Apply hands on analytics and data expertise to solve complex, fast moving financial and operational problems in the health tech space
Design, develop and maintain scalable, analytics ready data models (primarily in dbt) that power a PBM and care navigation data ecosystem that support client reporting, performance analytics, operational analysis and self-service business intelligence.
Translate complex pharmacy benefits and healthcare navigation workflows, business rules and operational processes into transparent, maintainable, and auditable data models.
Partner closely with data and analytics engineers, data analysts and business stakeholders to deliver reliable data products that can be leveraged across multiple use cases and continuously optimize data models and warehouse performance to support large-scale PBM/care navigation datasets and growing business needs.
Implement automated data quality checks, testing frameworks and reconciliation processes to ensure data reliability.
Establish documentation standards, lineage and analytics engineering guardrails that promote transparency and auditability.
Contribute to engineering best practices including version control, CI/CD, incremental models, code reviews, and observability.
Contribute to data governance by establishing modeling standards, documentation and guardrails that support auditability, explainability and long term maintainability.
Build data foundations that enable future agentic analytics engineering use cases, including self-service analytics and AI-assisted insight generation.

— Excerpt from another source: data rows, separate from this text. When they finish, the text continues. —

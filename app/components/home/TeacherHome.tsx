import { Link } from "react-router";
import { ButtonLink } from "~/components/Button";
import { Card } from "~/components/Card";
import { dayLabel } from "~/utils/plainText";
import { studioDateTime, studioShortDate, zoneName } from "~/utils/studioTime";
import type { FirstRunStep, TeacherWeek } from "~/models/teacherHome.server";
import { dueWords } from "~/utils/exerciseState";

const STEP_TEXT: Record<FirstRunStep["id"], { title: string; todo: string; link: string; action: string }> = {
  "confirm-email": {
    title: "Confirm your e-mail address",
    todo: "Open the link we sent you, so students' replies and your weekly summary reach you.",
    link: "/settings",
    action: "Account settings",
  },
  "invite-students": {
    title: "Invite your students",
    todo: "Each gets a link to set a password and join the studio.",
    link: "/students",
    action: "Invite students",
  },
  "set-exercise": {
    title: "Set a first exercise",
    todo: "A progression in one or more keys, with a due date if you like.",
    link: "/exercises/new",
    action: "Set an exercise",
  },
};

function FirstRun({ steps }: { steps: FirstRunStep[] }) {
  const done = steps.filter((s) => s.done).length;
  return (
    <Card title="Getting your studio going" data-testid="first-run">
      <p className="mb-3 text-sm text-ink-soft">
        {done} of {steps.length} done. Each step ticks itself off once it has happened.
      </p>
      <ol className="flex flex-col gap-3">
        {steps.map((s, i) => {
          const t = STEP_TEXT[s.id];
          return (
            <li key={s.id} className="flex flex-wrap items-start justify-between gap-3" data-done={s.done || undefined}>
              <div className="flex min-w-0 items-start gap-3">
                <span
                  aria-hidden="true"
                  className={`mt-0.5 inline-flex h-6 w-6 shrink-0 items-center justify-center rounded-full text-sm font-semibold ${s.done ? "bg-moss text-white" : "border border-line bg-card text-ink-soft"}`}
                >
                  {s.done ? "✓" : i + 1}
                </span>
                <div className="min-w-0">
                  <p className={`font-semibold ${s.done ? "text-ink-soft line-through" : ""}`}>
                    {t.title}
                    <span className="sr-only">{s.done ? " (done)" : " (to do)"}</span>
                  </p>
                  {s.done ? null : <p className="text-sm text-ink-soft">{t.todo}</p>}
                </div>
              </div>
              {s.done ? null : (
                <ButtonLink to={t.link} variant="secondary">
                  {t.action}
                </ButtonLink>
              )}
            </li>
          );
        })}
      </ol>
    </Card>
  );
}

function lastTakeWords(iso: string | null, timeZone: string) {
  return iso ? `last take ${studioShortDate(iso, timeZone)}` : "no takes yet";
}

/** The teacher's week at a glance; every list links to where the work is done. */
export function TeacherHome({ week, toReview }: { week: TeacherWeek; toReview: number }) {
  const { timeZone } = week;
  return (
    <div className="flex flex-col gap-6">
      {week.firstRun ? <FirstRun steps={week.firstRun} /> : null}
      <div className="grid gap-6 md:grid-cols-2">
        <Card
          title="New takes"
          data-testid="new-takes"
          actions={
            <ButtonLink to="/review" variant={toReview ? "primary" : "secondary"}>
              Listen to takes
            </ButtonLink>
          }
        >
          <p className="mb-2 text-sm text-ink-soft">
            {week.newTakes.total === 0
              ? "No new takes"
              : `${week.newTakes.total} new take${week.newTakes.total === 1 ? "" : "s"}`}{" "}
            {week.since
              ? `since your last visit (${studioDateTime(week.since, timeZone)})`
              : "played in the last seven days"}
            {` · ${toReview} waiting to be heard`}
          </p>
          {week.newTakes.latest.length ? (
            <ul className="divide-y divide-line">
              {week.newTakes.latest.map((t) => (
                <li key={t.id} className="flex flex-wrap items-baseline justify-between gap-x-3 py-1.5 text-sm">
                  <Link to={`/takes/${t.id}`} className="font-semibold text-tide-dark hover:underline">
                    {t.studentName} · {t.exerciseTitle ?? "Free practice"}
                  </Link>
                  <time dateTime={t.recordedAt} className="whitespace-nowrap text-ink-soft">
                    {studioShortDate(t.recordedAt, timeZone)}
                  </time>
                </li>
              ))}
            </ul>
          ) : null}
        </Card>
        <Card title="Due in the next seven days" data-testid="due-soon">
          {week.dueSoon.length === 0 ? (
            <p className="text-sm text-ink-soft">Nothing falls due by {dayLabel(`${week.until}T00:00:00Z`)}.</p>
          ) : (
            <ul className="divide-y divide-line">
              {week.dueSoon.map((e) => (
                <li key={e.id} className="flex flex-wrap items-baseline justify-between gap-x-3 py-1.5 text-sm">
                  <Link to={`/exercises/${e.id}`} className="font-semibold text-tide-dark hover:underline">
                    {e.title}
                  </Link>
                  <span className="whitespace-nowrap text-ink-soft">
                    {dueWords(e.dueDate, week.today)} · {e.handedIn} of {e.setFor} students have a take
                  </span>
                </li>
              ))}
            </ul>
          )}
        </Card>
        <Card title="Not practised this week" data-testid="not-practised">
          {week.students === 0 ? (
            <p className="text-sm text-ink-soft">No students yet.</p>
          ) : week.notPractised.length === 0 ? (
            <p className="text-sm text-ink-soft">Every student has recorded a take this week.</p>
          ) : (
            <>
              <ul className="divide-y divide-line">
                {week.notPractised.map((s) => (
                  <li key={s.id} className="flex flex-wrap items-baseline justify-between gap-x-3 py-1.5 text-sm">
                    <Link to={`/students/${s.id}`} className="font-semibold text-tide-dark hover:underline">
                      {s.name}
                    </Link>
                    <span className="whitespace-nowrap text-ink-soft">{lastTakeWords(s.lastTakeAt, timeZone)}</span>
                  </li>
                ))}
              </ul>
              <p className="mt-2 text-sm">
                <Link to="/board" className="text-tide-dark underline">
                  Send a practice reminder from the board
                </Link>
              </p>
            </>
          )}
        </Card>
        <Card title="Dropped" data-testid="dropped">
          {week.dropped.length === 0 ? (
            <p className="text-sm text-ink-soft">
              Nobody's mean score fell by 3 points or more over the last three weeks.
            </p>
          ) : (
            <ul className="divide-y divide-line">
              {week.dropped.map((s) => (
                <li key={s.id} className="flex flex-wrap items-baseline justify-between gap-x-3 py-1.5 text-sm">
                  <Link to={`/students/${s.id}`} className="font-semibold text-tide-dark hover:underline">
                    {s.name}
                  </Link>
                  <span className="whitespace-nowrap text-ink-soft">
                    mean score {s.compare?.before} → {s.compare?.recent}
                  </span>
                </li>
              ))}
            </ul>
          )}
          <p className="mt-2 text-xs text-ink-soft">
            Mean score of the three weeks before against the last three weeks. A practice aid, not a verdict.
          </p>
        </Card>
      </div>
      <p className="text-xs text-ink-soft">Dates and times in the studio's time zone ({zoneName(timeZone)}).</p>
    </div>
  );
}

Stay informed on emerging technologies and identify opportunities to incorporate AI into analytics engineering workflows.
Requirements
3+ years of experience in analytics engineering, data modeling, data warehousing or a related field.

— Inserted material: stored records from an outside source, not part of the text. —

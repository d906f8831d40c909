import { Voicing } from "tonal";
import { describe, expect, it } from "vitest";
import { parseKey, pc } from "~/analysis/pitch";
import { parseProgression } from "~/analysis/progression";
import { motion } from "~/analysis/voiceLeading";
import {
  closeVoicing,
  defaultStart,
  fitsFirstChord,
  modelPath,
  pathPlan,
  shiftStart,
  startForKey,
} from "~/utils/modelAnswer";

const C = parseKey("C");

describe("model answer: the smoothest path from the teacher's starting voicing", () => {
  it("C F G C from C4 E4 G4 moves 3, 6, 3 semitones: the same totals as tonal's Voicing.sequence (RULES.md reference)", () => {
    const path = modelPath(parseProgression("C F G C", C), [60, 64, 67]);
    expect(path.steps.map((s) => s.motion)).toEqual([null, 3, 6, 3]);
    // RULES.md worked examples: C4 E4 G4 -> C4 F4 A4 (3); C4 F4 A4 -> B3 D4 G4 (6, the lower of a tie).
    expect(path.steps.map((s) => s.voicing)).toEqual([
      [60, 64, 67],
      [60, 65, 69],
      [59, 62, 67],
      [60, 64, 67],
    ]);
    // tonal's Voicing.sequence(["C","F","G","C"], ["C3","C5"]) lists C3 E3 G3, C3 F3 A3, D3 G3 B3, E3 G3 C4.
    const tonalPath = Voicing.sequence(["C", "F", "G", "C"], ["C3", "C5"]).map((v) => v.map((n) => noteToMidi(n)));
    const tonalTotal = tonalPath.slice(1).reduce((sum, v, i) => sum + motion(tonalPath[i], v), 0);
    expect(path.totalMotion).toBe(tonalTotal);
    expect(path.totalMotion).toBe(12);
  });

  it("keeps a slash chord's bass lowest (Cm/Bb has B flat at the bottom)", () => {
    const chords = parseProgression("Eb Bb/D Cm Cm/Bb Ab", parseKey("Eb"));
    const path = modelPath(chords, defaultStart(chords[0]));
    expect(pc(path.steps[1].voicing[0])).toBe(2);
    expect(pc(path.steps[3].voicing[0])).toBe(10);
    for (const [i, s] of path.steps.entries())
      if (i > 0) expect(s.motion).toBe(motion(path.steps[i - 1].voicing, s.voicing));
  });

  it("never moves more than the plain close voicing would (best motion never exceeds a candidate)", () => {
    const chords = parseProgression("vi IV I V", parseKey("Ab"));
    const path = modelPath(chords, defaultStart(chords[0]));
    for (let i = 1; i < chords.length; i++) {
      const prev = path.steps[i - 1].voicing;
      expect(path.steps[i].motion!).toBeLessThanOrEqual(motion(prev, closeVoicing(chords[i], prev[0] - 6)));
    }
  });

  it("checks and moves the teacher's start voicing", () => {
    const [first] = parseProgression("I IV V I", parseKey("D"));
    expect(fitsFirstChord([57, 62, 66], first)).toBe(true); // A3 D4 F#4
    expect(fitsFirstChord([57, 62, 65], first)).toBe(false); // F natural is not in D major's I
    expect(shiftStart([57, 62, 66], 2, 7)).toEqual([62, 67, 71]); // D -> G: up a 4th
    expect(shiftStart([57, 62, 66], 2, 9)).toEqual([52, 57, 61]); // D -> A: down a 4th (nearest)
    const [firstInG] = parseProgression("I IV V I", parseKey("G"));
    expect(startForKey([57, 62, 66], 2, 7, firstInG)).toEqual([62, 67, 71]);
    expect(startForKey([57, 62, 65], 2, 7, firstInG)).toEqual(defaultStart(firstInG));
  });

  it("plays each chord for two beats at the exercise's tempo", () => {
    const plan = pathPlan(
      [
        { symbol: "C", roman: "I", voicing: [60, 64, 67], motion: null },
        { symbol: "F", roman: "IV", voicing: [60, 65, 69], motion: 3 },
      ],
      60,
    );
    expect(plan.filter((n) => n.start === 2).map((n) => n.midi)).toEqual([60, 65, 69]);
  });
});

function noteToMidi(name: string): number {
  const m = /^([A-G])([#b]*)(-?\d)$/.exec(name)!;
  const base = { C: 0, D: 2, E: 4, F: 5, G: 7, A: 9, B: 11 }[m[1] as "C"];
  const acc = [...m[2]].reduce((a, c) => a + (c === "#" ? 1 : -1), 0);
  return 12 * (Number(m[3]) + 1) + base + acc;
}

Strong experience with dbt and modern analytics engineering best practices (required).
Advanced SQL proficiency and experience developing data transformations and workflows using python.

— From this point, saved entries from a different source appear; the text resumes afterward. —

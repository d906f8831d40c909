import type { ReactNode } from "react";
import { Link } from "react-router";
import { DataTable } from "~/components/DataTable";
import { Pager } from "~/components/Pager";
import type { TakeList, TakeListItem } from "~/models/takeList.server";
import type { TakeSort } from "~/utils/takeSort";

const dash = (n: number | null) => n ?? "–";

const COLUMNS: Array<{ id: TakeSort; header: string; numeric: boolean; cell: (t: TakeListItem) => ReactNode }> = [
  {
    id: "date",
    header: "Date",
    numeric: false,
    cell: (t) => (
      <Link
        to={`/takes/${t.id}`}
        className="whitespace-nowrap font-semibold text-tide-dark underline-offset-4 hover:underline"
      >
        {t.day}
      </Link>
    ),
  },
  {
    id: "exercise",
    header: "Exercise",
    numeric: false,
    cell: (t) => (
      <>
        {t.exerciseTitle ?? <span className="text-ink-soft">Free practice</span>}
        {t.key ? <span className="text-ink-soft"> · {t.key}</span> : null}
      </>
    ),
  },
  { id: "chords", header: "Chords", numeric: true, cell: (t) => dash(t.chords) },
  { id: "smoothness", header: "Smoothness", numeric: true, cell: (t) => t.smoothness },
  { id: "leaps", header: "Leaps", numeric: true, cell: (t) => dash(t.leaps) },
  {
    id: "score",
    header: "Score",
    numeric: true,
    cell: (t) =>
      t.failed ? (
        <span className="rounded bg-ochre-pale px-1.5 py-0.5 text-xs font-semibold text-ochre">not analysed</span>
      ) : (
        dash(t.score)
      ),
  },
];

const ARROWS = { asc: "▲", desc: "▼" } as const;

/** Columns a phone leaves out, so the date, exercise, smoothness and score fit without scrolling. */
const WIDE_ONLY = new Set<TakeSort>(["chords", "leaps"]);
const wideOnly = (id: TakeSort) => (WIDE_ONLY.has(id) ? "hidden sm:table-cell" : "");

/**
 * The student's takes a page at a time; every column header is a link to the list sorted
 * on the server by that column (the other way round on a second click), so sorting and
 * paging work before the page's scripts have loaded, and without them.
 */
export function TakesTable({ list, caption }: { list: TakeList; caption: string }) {
  const first = (list.page - 1) * list.pageSize + 1;
  return (
    <div className="flex flex-col gap-2" id="takes">
      <DataTable
        caption={`${caption}; column headers sort the list`}
        head={
          <tr>
            {COLUMNS.map((c) => {
              const sorted = c.id === list.sort ? list.dir : null;
              return (
                <th
                  key={c.id}
                  scope="col"
                  aria-sort={sorted === "asc" ? "ascending" : sorted === "desc" ? "descending" : "none"}
                  className={`px-3 py-2 font-semibold sm:px-4 ${c.numeric ? "text-right" : ""} ${wideOnly(c.id)}`}
                >
                  <Link
                    to={list.sortLinks[c.id]}
                    className={`inline-flex items-center gap-1 uppercase tracking-wide hover:text-ink ${sorted ? "text-ink" : ""}`}
                  >
                    {c.header}
                    <span aria-hidden="true" className="w-3 text-xs">
                      {sorted ? ARROWS[sorted] : ""}
                    </span>
                  </Link>
                </th>
              );
            })}
          </tr>
        }
      >
        {list.rows.map((t) => (
          <tr key={t.id} className="hover:bg-paper/60" data-testid="take-row">
            {COLUMNS.map((c) => (
              <td
                key={c.id}
                className={`px-3 py-2 sm:px-4 ${c.numeric ? "text-right tabular-nums" : ""} ${wideOnly(c.id)}`}
              >
                {c.cell(t)}
              </td>
            ))}
          </tr>
        ))}
      </DataTable>
      {list.pager.pages > 1 ? (
        <p className="text-sm text-ink-soft">
          Takes {first}–{first + list.rows.length - 1} of {list.total}
        </p>
      ) : null}
      <Pager links={list.pager} label="Pages of your takes" />
    </div>
  );
}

Strong understanding of dimensional modeling, medallion architecture, semantic modeling and scalable data architecture principles.
Experience building and maintaining production-grade data models, data quality tests, and documentation.
Experience working with cloud data warehouses such as Amazon Redshift, Snowflake, or BigQuery.
Experience orchestrating and monitoring data pipelines using tools such as Apache Airflow., Dagster etc.
Experience working within cloud environments, preferably AWS.
Familiarity with software engineering practices including Git, CI/CD, pull request reviews, testing, and deployment workflows.
Interest or experience in leveraging AI-enabled development workflows and analytics tooling, including experience with or willingness to learn technologies such as claude, claude skills, Model Context Protocol (MCP) and AI assisted engineering practices.
Strong problem-solving and analytical skills with a focus on building scalable, maintainable data solutions.
Effective communication skills and the ability to collaborate with both technical and non-technical stakeholders.
Tech Stack
Airflow
Amazon Redshift
Apache
AWS
BigQuery
Cloud
Python
SQL
Benefits
Compensation offered will be determined by geographic location, experience, and qualifications.